• Saved entries

= Beginning of Section =

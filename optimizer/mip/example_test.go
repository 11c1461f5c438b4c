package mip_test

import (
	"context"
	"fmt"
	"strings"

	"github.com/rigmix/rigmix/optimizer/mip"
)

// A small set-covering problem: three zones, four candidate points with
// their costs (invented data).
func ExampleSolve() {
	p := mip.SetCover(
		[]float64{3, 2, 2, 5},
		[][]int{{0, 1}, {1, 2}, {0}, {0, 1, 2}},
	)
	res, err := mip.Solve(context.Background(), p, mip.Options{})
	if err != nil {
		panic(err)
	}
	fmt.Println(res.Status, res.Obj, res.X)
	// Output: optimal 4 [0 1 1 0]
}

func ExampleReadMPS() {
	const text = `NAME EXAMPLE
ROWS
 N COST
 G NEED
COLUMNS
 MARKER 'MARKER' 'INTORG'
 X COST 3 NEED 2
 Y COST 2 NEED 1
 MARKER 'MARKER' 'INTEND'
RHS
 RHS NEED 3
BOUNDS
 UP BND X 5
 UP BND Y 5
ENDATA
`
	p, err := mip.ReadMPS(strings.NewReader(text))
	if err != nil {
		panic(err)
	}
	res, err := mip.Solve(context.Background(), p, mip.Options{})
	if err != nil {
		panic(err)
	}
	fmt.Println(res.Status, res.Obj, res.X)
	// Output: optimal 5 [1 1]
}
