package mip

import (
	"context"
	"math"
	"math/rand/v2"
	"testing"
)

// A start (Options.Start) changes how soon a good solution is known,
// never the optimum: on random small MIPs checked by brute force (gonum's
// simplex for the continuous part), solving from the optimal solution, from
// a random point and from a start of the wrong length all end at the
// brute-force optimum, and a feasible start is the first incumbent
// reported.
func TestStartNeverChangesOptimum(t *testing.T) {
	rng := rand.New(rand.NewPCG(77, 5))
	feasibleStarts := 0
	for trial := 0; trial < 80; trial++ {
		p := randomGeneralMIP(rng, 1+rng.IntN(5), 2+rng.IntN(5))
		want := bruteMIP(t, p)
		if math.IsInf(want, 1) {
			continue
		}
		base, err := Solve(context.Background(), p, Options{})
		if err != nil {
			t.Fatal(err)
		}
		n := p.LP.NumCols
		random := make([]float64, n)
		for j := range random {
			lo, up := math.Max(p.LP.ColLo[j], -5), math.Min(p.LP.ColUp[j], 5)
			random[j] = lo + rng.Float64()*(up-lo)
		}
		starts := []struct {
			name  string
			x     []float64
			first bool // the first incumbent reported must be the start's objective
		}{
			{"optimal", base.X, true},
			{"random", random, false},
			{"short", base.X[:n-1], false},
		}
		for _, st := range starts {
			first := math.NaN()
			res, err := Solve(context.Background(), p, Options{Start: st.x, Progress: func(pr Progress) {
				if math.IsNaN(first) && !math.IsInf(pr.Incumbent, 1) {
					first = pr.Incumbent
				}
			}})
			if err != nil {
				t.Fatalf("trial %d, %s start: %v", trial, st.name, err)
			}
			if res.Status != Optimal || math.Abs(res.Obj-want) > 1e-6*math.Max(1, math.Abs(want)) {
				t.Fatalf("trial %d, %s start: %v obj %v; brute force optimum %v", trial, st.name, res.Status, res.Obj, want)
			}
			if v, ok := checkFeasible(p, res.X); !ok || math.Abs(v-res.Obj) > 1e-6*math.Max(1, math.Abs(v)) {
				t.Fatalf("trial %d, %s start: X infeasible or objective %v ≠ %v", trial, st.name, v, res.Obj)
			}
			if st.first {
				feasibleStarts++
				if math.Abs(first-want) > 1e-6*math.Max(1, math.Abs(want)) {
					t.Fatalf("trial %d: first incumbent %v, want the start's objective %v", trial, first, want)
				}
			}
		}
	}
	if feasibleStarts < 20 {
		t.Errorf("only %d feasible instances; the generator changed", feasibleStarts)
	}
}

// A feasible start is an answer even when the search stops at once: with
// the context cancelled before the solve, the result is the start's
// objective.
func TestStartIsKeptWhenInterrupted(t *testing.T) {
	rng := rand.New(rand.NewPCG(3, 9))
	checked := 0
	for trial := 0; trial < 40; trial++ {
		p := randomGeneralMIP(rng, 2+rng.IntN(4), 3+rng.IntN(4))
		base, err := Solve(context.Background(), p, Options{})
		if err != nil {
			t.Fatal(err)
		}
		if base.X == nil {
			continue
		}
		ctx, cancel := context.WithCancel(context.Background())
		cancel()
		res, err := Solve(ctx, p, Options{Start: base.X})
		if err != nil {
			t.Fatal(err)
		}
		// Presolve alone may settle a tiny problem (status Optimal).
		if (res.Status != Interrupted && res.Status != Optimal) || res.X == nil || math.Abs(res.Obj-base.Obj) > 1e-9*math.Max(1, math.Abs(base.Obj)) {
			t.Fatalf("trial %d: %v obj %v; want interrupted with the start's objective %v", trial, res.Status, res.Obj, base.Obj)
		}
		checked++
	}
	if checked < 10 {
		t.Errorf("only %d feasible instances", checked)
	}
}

= End of Section =
= Beginning of Section =

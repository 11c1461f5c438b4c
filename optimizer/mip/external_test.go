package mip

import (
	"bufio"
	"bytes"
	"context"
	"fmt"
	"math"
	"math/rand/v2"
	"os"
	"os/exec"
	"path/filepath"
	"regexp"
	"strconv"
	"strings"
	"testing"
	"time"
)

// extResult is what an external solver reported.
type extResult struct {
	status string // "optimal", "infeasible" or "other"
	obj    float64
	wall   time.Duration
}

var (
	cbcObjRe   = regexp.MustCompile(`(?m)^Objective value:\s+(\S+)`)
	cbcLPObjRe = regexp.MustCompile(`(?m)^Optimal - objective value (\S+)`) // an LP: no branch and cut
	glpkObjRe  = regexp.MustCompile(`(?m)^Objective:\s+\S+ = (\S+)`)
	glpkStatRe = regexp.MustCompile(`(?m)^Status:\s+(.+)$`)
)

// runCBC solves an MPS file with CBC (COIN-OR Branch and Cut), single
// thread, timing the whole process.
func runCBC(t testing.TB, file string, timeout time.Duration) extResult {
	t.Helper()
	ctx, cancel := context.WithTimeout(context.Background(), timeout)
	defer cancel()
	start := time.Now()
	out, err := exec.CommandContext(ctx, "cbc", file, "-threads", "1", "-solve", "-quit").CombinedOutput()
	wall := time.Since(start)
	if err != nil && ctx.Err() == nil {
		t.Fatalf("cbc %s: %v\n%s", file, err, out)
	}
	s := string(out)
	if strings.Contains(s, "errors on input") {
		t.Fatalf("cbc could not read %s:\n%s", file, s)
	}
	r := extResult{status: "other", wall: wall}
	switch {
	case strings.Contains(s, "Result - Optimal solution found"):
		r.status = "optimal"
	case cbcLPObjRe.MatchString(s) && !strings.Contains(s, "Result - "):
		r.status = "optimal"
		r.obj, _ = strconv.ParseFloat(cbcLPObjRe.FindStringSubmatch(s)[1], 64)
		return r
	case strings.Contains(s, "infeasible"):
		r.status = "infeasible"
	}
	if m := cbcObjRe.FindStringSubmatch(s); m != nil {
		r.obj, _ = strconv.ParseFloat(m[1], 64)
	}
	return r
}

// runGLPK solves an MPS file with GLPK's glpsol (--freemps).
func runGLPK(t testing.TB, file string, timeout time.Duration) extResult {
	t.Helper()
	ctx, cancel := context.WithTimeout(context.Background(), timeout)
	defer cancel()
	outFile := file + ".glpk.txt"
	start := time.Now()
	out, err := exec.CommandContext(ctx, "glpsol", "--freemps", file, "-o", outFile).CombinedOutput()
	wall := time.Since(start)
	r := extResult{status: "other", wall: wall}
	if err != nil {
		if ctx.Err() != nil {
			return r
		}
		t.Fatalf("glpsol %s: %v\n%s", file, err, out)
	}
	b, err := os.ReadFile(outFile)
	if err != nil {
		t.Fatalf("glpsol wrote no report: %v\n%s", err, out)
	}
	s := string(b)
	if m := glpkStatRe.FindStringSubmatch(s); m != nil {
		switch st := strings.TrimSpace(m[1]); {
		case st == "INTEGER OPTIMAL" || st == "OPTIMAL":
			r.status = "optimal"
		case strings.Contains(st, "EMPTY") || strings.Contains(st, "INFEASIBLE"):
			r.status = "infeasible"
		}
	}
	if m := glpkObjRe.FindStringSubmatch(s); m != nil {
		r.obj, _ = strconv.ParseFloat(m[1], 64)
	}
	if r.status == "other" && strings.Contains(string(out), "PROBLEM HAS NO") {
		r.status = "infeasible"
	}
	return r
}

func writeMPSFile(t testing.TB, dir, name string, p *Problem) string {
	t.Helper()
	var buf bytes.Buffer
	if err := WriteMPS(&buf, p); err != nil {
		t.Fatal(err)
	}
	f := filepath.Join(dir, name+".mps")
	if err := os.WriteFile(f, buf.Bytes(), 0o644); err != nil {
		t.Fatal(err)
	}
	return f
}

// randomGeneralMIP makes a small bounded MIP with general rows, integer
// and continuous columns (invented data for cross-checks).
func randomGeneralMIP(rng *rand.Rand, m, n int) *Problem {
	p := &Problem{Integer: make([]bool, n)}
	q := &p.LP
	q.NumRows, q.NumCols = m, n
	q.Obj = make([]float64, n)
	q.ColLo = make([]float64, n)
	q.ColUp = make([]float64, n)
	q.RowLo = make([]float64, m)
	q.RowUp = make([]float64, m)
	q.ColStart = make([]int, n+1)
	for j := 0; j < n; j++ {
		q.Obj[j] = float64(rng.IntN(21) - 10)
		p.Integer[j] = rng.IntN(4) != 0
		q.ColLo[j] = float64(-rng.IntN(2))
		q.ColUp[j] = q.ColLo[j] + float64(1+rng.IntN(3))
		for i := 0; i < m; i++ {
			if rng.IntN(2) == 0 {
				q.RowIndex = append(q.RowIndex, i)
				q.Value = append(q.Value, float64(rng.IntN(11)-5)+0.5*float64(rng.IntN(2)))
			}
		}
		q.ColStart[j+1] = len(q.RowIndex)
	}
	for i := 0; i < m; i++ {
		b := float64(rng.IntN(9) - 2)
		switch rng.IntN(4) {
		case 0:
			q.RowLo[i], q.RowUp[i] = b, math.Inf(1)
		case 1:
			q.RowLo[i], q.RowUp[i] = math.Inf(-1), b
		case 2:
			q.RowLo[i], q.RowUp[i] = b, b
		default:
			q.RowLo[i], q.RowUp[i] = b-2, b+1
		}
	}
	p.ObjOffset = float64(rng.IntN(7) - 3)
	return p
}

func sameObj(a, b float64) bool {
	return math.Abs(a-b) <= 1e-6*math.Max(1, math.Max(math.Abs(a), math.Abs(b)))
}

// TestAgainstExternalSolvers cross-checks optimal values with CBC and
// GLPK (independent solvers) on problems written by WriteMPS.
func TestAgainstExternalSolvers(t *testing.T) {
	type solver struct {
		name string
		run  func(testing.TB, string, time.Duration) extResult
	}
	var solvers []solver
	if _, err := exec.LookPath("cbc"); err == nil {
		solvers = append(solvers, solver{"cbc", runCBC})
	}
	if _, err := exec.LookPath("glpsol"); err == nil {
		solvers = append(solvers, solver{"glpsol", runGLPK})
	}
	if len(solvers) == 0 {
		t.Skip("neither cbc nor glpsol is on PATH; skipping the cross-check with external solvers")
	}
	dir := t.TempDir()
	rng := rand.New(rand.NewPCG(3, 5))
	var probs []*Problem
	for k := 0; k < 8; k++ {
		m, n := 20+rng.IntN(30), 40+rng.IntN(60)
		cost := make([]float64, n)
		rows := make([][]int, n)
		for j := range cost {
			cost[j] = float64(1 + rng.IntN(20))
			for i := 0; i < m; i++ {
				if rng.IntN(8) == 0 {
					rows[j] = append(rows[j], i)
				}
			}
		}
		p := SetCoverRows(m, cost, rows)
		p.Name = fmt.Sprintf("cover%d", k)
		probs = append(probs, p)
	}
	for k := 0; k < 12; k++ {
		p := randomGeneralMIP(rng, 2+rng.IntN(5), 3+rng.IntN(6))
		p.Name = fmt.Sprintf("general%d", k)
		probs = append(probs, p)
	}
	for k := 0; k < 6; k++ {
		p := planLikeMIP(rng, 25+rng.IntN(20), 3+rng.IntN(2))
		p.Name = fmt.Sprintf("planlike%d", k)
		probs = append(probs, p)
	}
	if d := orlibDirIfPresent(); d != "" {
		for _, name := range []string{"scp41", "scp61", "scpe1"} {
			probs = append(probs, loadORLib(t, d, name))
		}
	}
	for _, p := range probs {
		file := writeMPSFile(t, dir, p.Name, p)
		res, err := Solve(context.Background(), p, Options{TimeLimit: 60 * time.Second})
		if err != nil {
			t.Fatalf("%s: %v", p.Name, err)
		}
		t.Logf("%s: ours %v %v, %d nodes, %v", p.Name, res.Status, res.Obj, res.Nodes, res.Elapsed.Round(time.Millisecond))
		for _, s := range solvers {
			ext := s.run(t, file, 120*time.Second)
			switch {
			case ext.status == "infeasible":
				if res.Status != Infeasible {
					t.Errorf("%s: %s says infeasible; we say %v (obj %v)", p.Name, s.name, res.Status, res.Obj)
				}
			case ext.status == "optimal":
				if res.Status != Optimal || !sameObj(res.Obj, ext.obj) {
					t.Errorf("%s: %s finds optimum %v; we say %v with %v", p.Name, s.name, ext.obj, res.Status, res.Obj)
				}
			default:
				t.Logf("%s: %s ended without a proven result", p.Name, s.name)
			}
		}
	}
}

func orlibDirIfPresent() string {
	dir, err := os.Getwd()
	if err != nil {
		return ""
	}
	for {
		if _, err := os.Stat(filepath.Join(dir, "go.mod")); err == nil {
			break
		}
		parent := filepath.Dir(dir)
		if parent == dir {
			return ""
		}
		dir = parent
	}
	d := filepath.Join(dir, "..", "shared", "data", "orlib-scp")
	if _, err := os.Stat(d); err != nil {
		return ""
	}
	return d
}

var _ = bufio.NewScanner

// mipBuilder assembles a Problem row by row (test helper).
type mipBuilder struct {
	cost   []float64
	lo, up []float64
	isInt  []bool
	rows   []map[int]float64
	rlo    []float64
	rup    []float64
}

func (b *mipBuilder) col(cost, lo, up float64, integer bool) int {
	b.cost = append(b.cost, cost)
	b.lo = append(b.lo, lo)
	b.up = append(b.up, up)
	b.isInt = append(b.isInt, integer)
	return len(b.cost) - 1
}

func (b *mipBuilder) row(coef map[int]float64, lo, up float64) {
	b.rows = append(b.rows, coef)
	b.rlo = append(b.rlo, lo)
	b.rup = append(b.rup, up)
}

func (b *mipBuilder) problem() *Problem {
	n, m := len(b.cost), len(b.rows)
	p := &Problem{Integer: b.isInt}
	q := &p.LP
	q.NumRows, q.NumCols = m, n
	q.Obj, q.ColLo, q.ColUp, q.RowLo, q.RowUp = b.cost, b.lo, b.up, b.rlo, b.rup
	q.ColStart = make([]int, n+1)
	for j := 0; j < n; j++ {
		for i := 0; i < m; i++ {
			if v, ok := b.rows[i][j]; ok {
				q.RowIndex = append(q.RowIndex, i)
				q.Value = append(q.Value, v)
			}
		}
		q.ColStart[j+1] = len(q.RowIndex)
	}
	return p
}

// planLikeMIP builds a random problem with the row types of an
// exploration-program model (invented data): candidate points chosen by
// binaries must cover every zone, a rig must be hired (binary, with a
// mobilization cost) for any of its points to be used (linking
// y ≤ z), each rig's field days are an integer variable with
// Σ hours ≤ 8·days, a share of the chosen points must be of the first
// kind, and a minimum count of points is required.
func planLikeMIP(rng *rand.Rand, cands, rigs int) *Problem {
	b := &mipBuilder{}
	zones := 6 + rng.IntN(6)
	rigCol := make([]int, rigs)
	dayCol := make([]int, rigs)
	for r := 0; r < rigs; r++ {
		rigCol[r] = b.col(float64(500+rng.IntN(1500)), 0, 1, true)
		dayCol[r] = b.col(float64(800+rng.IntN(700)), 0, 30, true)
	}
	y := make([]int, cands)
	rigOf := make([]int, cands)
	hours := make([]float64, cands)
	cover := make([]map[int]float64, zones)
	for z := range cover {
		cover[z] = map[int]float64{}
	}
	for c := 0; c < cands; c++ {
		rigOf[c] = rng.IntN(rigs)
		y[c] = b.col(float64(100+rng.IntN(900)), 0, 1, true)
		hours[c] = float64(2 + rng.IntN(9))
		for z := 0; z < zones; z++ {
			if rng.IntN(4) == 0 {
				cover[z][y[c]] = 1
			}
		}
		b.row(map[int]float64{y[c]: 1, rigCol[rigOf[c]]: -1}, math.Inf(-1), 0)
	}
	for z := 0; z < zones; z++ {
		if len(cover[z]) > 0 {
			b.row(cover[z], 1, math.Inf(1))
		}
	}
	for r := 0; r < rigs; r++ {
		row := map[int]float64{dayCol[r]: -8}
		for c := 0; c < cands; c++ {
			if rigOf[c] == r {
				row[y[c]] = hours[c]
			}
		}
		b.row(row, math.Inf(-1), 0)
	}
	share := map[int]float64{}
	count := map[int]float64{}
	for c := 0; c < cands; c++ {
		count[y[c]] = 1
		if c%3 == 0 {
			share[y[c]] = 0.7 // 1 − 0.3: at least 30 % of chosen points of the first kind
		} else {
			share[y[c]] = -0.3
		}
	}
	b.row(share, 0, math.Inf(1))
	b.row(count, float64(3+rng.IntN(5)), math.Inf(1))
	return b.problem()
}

= End of Section =
= Beginning of Section =

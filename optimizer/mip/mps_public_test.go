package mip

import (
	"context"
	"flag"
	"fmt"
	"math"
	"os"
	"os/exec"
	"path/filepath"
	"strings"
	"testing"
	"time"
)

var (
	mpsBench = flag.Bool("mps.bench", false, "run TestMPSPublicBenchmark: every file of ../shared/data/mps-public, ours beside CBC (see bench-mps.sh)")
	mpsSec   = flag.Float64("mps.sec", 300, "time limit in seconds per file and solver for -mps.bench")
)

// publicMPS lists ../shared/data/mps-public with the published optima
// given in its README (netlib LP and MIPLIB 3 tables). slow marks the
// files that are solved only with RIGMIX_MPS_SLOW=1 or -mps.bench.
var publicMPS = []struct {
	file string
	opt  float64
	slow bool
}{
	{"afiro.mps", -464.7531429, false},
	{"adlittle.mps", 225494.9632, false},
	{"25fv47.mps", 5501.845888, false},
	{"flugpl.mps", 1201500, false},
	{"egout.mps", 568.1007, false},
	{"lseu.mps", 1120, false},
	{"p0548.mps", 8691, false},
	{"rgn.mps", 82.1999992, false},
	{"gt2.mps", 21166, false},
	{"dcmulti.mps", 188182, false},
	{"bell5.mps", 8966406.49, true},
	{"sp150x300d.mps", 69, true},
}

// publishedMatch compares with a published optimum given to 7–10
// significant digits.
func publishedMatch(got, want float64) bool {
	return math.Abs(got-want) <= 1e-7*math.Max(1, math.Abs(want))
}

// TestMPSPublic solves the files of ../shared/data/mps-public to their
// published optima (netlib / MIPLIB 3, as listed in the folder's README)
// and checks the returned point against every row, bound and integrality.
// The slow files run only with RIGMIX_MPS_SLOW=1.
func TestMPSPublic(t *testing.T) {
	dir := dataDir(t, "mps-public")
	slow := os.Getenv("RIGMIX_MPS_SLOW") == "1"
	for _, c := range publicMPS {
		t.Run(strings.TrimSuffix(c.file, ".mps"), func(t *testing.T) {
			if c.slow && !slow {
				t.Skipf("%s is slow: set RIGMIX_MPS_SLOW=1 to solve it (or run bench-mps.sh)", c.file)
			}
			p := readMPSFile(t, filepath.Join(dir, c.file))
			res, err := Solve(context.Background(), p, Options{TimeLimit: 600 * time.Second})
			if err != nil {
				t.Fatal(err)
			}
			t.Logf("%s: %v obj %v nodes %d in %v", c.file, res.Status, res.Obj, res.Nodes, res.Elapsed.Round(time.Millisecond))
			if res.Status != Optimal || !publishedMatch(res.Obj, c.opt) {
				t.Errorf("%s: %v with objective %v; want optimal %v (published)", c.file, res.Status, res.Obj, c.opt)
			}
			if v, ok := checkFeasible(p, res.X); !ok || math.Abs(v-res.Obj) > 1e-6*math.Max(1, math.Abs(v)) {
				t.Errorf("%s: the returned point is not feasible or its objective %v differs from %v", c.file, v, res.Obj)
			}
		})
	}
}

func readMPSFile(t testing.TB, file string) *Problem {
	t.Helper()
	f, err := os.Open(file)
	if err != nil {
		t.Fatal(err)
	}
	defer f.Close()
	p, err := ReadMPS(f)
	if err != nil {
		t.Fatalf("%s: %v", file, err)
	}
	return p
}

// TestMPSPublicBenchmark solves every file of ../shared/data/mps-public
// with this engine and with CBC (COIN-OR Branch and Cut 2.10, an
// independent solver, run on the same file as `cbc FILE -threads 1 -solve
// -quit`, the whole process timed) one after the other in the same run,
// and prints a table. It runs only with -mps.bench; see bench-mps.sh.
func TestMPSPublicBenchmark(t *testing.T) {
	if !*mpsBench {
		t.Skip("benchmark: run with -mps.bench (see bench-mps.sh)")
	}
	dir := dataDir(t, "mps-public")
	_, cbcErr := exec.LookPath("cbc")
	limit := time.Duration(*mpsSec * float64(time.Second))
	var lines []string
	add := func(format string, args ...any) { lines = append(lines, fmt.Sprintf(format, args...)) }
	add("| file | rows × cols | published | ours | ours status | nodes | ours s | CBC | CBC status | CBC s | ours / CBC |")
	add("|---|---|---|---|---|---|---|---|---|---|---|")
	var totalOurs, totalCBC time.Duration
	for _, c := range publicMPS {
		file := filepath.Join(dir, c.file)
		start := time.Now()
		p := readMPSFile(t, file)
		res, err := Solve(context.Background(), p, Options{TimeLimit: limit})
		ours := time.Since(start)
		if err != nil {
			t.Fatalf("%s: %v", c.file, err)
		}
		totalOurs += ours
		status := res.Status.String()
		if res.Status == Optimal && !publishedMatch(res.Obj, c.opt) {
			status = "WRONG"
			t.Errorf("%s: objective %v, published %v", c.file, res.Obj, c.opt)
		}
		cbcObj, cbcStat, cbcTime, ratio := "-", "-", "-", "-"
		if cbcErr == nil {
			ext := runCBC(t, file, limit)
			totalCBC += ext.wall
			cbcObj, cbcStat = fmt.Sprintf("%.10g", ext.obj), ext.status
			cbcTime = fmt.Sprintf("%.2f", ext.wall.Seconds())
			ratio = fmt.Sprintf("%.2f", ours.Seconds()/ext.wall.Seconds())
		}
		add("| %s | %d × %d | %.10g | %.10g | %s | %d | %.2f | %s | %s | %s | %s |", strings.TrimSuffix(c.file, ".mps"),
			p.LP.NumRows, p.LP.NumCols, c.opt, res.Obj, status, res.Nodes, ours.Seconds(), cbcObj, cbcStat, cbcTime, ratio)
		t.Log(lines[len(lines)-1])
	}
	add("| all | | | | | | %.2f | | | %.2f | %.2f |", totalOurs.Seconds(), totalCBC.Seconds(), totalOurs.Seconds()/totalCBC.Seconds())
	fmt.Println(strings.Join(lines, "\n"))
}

= End of Section =

• YOUR TASK
Show the lines where the word "runGLPK" appears in the entries.

• TASK SOLUTION
// runGLPK solves an MPS file with GLPK's glpsol (--freemps).
func runGLPK(t testing.TB, file string, timeout time.Duration) extResult {
		solvers = append(solvers, solver{"glpsol", runGLPK})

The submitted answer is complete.